BRAISED PEPPERS AND ONIONS



Braised Peppers and Onions image

This base of slowly stewed peppers and onions can serve as the foundation for a wide variety of dishes: Add seared flank steak or pork butt, capers, olives, raisins and canned tomatoes, and simmer it into deliciously shreddable Cuban ropa vieja, to enjoy with black beans, rice and braised greens. Slice Italian sausage, sear it along with chicken legs, then add 1/2 cup each of brown sugar and apple cider vinegar, plus a couple of cups of these peppers and onions, and cook until the sauce reduces to a sweet-tart glaze as the meat slowly braises. (Try that on top of boiled yellow potatoes.) Bloom freshly ground ancho, pasilla or other dried chile in oil, then add this sauté, a few cups of cooked black beans and chickpeas, plenty of Mexican oregano and some canned tomatoes to simmer into a rich vegan chili, garnished with roasted sweet potato. But for the simplest use, just slather these peppers on top of a hot dog in a buttered, toasted bun.

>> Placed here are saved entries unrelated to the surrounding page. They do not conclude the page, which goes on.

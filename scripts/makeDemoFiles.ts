import { mkdir, readdir, rm, writeFile } from 'node:fs/promises'
import { fileURLToPath } from 'node:url'
import { demoFileText } from '../db/seeds/demo/forward'
import { DEMO_FILES, TRY_FILE } from '../db/seeds/demo/series'
import { DEMO_TITRATIONS, titrationText } from '../db/seeds/demo/titrations'

/** Writes the raw files of the demonstration from the forward models; the same seed gives the same bytes, and a test holds the committed ones against it. */
const folder = fileURLToPath(new URL('../fixtures/demo/', import.meta.url))
await mkdir(folder, { recursive: true })
for (const old of await readdir(folder)) await rm(`${folder}${old}`)
for (const file of [...DEMO_FILES, TRY_FILE]) await writeFile(`${folder}${file.fileName}`, demoFileText(file))
for (const file of DEMO_TITRATIONS) await writeFile(`${folder}${file.fileName}`, titrationText(file))
console.log(`${DEMO_FILES.length + DEMO_TITRATIONS.length + 1} files in fixtures/demo`)
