/**
 * Titration curves as the refinement reads them: at every point the totals of all components, how they move with the volume added, and −log10 [H⁺].
 * A batch ("out-of-cell") series, where each point is a flask of its own left to settle, is the same without the volume.
 */
import { pcHFromReading, type Electrode } from './electrode'

interface CurveBase {
  readonly label: string
  /** Standard deviation of one reading, in the unit of the readings. */
  readonly sigma_reading: number
  /** Present where readings are mV; without it they are −log10 [H⁺]. */
  readonly electrode?: Electrode
  readonly readings: readonly number[]
}

export interface VolumetricCurve extends CurveBase {
  readonly kind: 'volumetric'
  readonly vessel_mL: number
  /** In the vessel before any titrant, mmol, by component. H counts all acid protons, those that the ligand brings along included. */
  readonly initial_mmol: Readonly<Record<string, number>>
  /** In the titrant, mol/L, by component; a strong base is H below zero, its carbonate is CO3. */
  readonly titrant_M: Readonly<Record<string, number>>
  readonly volumes_mL: readonly number[]
  readonly sigma_mL: number
  /** Refine the acid in the vessel along with the constants (an amount that is rarely known to the last 0.2 %). */
  readonly refineAcid?: boolean
}

export interface BatchCurve extends CurveBase {
  readonly kind: 'batch'
  /** One set of totals per flask, mol/L. */
  readonly totals_M: readonly Readonly<Record<string, number>>[]
}

export type TitrationCurve = VolumetricCurve | BatchCurve

export interface CurvePoints {
  readonly label: string
  /** Components present in this curve. */
  readonly components: readonly string[]
  /** Totals, mol/L, and their slope with volume, mol/L per mL: [point][component]. */
  readonly totals_M: readonly Float64Array[]
  readonly perMl_M: readonly Float64Array[]
  /** ∂ total of H / ∂ acid in the vessel, per mL; null where the acid is not refined. */
  readonly acidFactor: Float64Array | null
  readonly pcH: Float64Array
  readonly sigma_pcH: number
  readonly sigma_mL: number
}

export interface CurveRefused {
  readonly ok: false
  readonly reason: 'lengthMismatch' | 'notFinite' | 'outOfDomain' | 'unknownComponent' | 'emptyAtPoint' | 'badSigma'
  readonly message: string
  readonly accepted: string
}

const refuse = (reason: CurveRefused['reason'], message: string, accepted: string): CurveRefused => ({ ok: false, reason, message, accepted })

/** Checks a curve and lays it out, or says which point is wrong and what would be accepted. */
export function layOut(curve: TitrationCurve, components: readonly string[]): CurvePoints | CurveRefused {
  const count = curve.kind === 'batch' ? curve.totals_M.length : curve.volumes_mL.length
  if (count !== curve.readings.length) return refuse('lengthMismatch', `${curve.label}: ${count} ${curve.kind === 'batch' ? 'flasks' : 'volumes'} stand against ${curve.readings.length} readings.`, 'One reading for each.')
  if (!(curve.sigma_reading > 0 && curve.sigma_reading < Infinity)) return refuse('badSigma', `${curve.label}: the error of a reading is ${curve.sigma_reading}.`, 'An error above 0, in the unit of the readings.')
  const pcH = Float64Array.from(curve.readings, value => curve.electrode ? pcHFromReading(curve.electrode, value) : value)
  const bad = pcH.findIndex(value => !(value >= 0 && value <= 14))
  if (bad >= 0) return refuse('outOfDomain', `${curve.label}, point ${bad + 1}: the reading ${curve.readings[bad]} is no pH from 0 to 14.`, 'pH from 0 to 14, or mV with the electrode that was calibrated for them.')
  const problem = curve.kind === 'volumetric' ? volumeProblem(curve) : null
  if (problem) return problem
  const listed = new Set(curve.kind === 'batch' ? curve.totals_M.flatMap(one => Object.keys(one)) : [...Object.keys(curve.initial_mmol), ...Object.keys(curve.titrant_M)])
  const stranger = [...listed].find(name => !components.includes(name))
  if (stranger !== undefined) return refuse('unknownComponent', `${curve.label}: ${stranger} is no component of the system.`, `Amounts of ${components.join(', ')}.`)
  const rows = curve.kind === 'batch' ? batchRows(curve, components) : volumeRows(curve, components)
  return finish(curve, components, { ...rows, pcH })
}

function volumeProblem(curve: VolumetricCurve): CurveRefused | null {
  const bad = curve.volumes_mL.findIndex(v => !(v >= 0 && v < Infinity))
  if (bad >= 0) return refuse('outOfDomain', `${curve.label}, point ${bad + 1}: ${curve.volumes_mL[bad]} mL.`, 'Volumes of 0 mL or more.')
  if (!(curve.vessel_mL > 0 && curve.vessel_mL < Infinity)) return refuse('outOfDomain', `${curve.label}: the vessel holds ${curve.vessel_mL} mL.`, 'A volume above 0 mL.')
  return curve.sigma_mL >= 0 && curve.sigma_mL < Infinity ? null : refuse('badSigma', `${curve.label}: the error of a volume is ${curve.sigma_mL} mL.`, '0 mL or more.')
}

interface Rows { totals_M: Float64Array[], perMl_M: Float64Array[] }

function volumeRows(curve: VolumetricCurve, components: readonly string[]): Rows {
  const totals_M = curve.volumes_mL.map(v => Float64Array.from(components, name => ((curve.initial_mmol[name] ?? 0) + (curve.titrant_M[name] ?? 0) * v) / (curve.vessel_mL + v)))
  const perMl_M = curve.volumes_mL.map((v, i) => Float64Array.from(components, (name, k) => ((curve.titrant_M[name] ?? 0) - totals_M[i]![k]!) / (curve.vessel_mL + v)))
  return { totals_M, perMl_M }
}

function batchRows(curve: BatchCurve, components: readonly string[]): Rows {
  return {
    totals_M: curve.totals_M.map(one => Float64Array.from(components, name => one[name] ?? 0)),
    perMl_M: curve.totals_M.map(() => new Float64Array(components.length)),
  }
}

function finish(curve: TitrationCurve, components: readonly string[], rows: Rows & { pcH: Float64Array }): CurvePoints | CurveRefused {
  const present = components.filter((name, k) => name === 'H' || rows.totals_M.some(row => row[k] !== 0))
  for (const [i, row] of rows.totals_M.entries()) {
    for (const name of present) {
      const total = row[components.indexOf(name)]!
      if (!Number.isFinite(total)) return refuse('notFinite', `${curve.label}, point ${i + 1}: the total of ${name} is not a number.`, 'Finite amounts.')
      if (name !== 'H' && total < 0) return refuse('outOfDomain', `${curve.label}, point ${i + 1}: the total of ${name} is negative.`, 'Totals of 0 or more; only H may be negative, for a base.')
      if (name !== 'H' && total === 0) return refuse('emptyAtPoint', `${curve.label}, point ${i + 1} holds no ${name}, other points do.`, 'Leave out the points before it was added.')
    }
  }
  const take = (row: Float64Array) => Float64Array.from(present, name => row[components.indexOf(name)]!)
  const volumetric = curve.kind === 'volumetric' ? curve : null
  return {
    label: curve.label, components: present, totals_M: rows.totals_M.map(take), perMl_M: rows.perMl_M.map(take), pcH: rows.pcH,
    acidFactor: volumetric?.refineAcid ? Float64Array.from(volumetric.volumes_mL, v => 1 / (volumetric.vessel_mL + v)) : null,
    sigma_pcH: curve.electrode ? curve.sigma_reading / Math.abs(curve.electrode.slope_mV) : curve.sigma_reading, sigma_mL: volumetric?.sigma_mL ?? 0,
  }
}

/** Carbonate as a component CO3, 25 °C and 0.1 M (from memory, ±0.05); no CO2 leaves the vessel in this model. */
export const CARBONATE_SPECIES = [
  { name: 'HCO3', stoichiometry: { CO3: 1, H: 1 }, logBeta: 9.9 },
  { name: 'H2CO3', stoichiometry: { CO3: 1, H: 2 }, logBeta: 16.05 },
] as const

Provided by J. Kenji López-Alt

Categories     condiments, one pot, vegetables

Time 30m

Yield About 3 cups

Number Of Ingredients 7

2 tablespoons grapeseed, vegetable or canola oil
3 large bell peppers (a mix of colors), stemmed, seeded and thinly sliced
1 large yellow onion, thinly sliced
2 garlic cloves, minced
2 tablespoons ground cumin
2 dried bay leaves
Kosher salt and black pepper

Steps:

  • Heat oil in a large Dutch oven over medium until shimmering. Add peppers, onion, garlic, cumin, bay leaves, a large pinch of salt and a few grinds of black pepper. Cook, stirring occasionally, until vegetables are completely tender and the mixture is not runny or watery, about 30 minutes. Adjust heat as necessary to prevent any browning.
  • Allow mixture to cool, then store in sealed containers in the refrigerator for up to 1 week.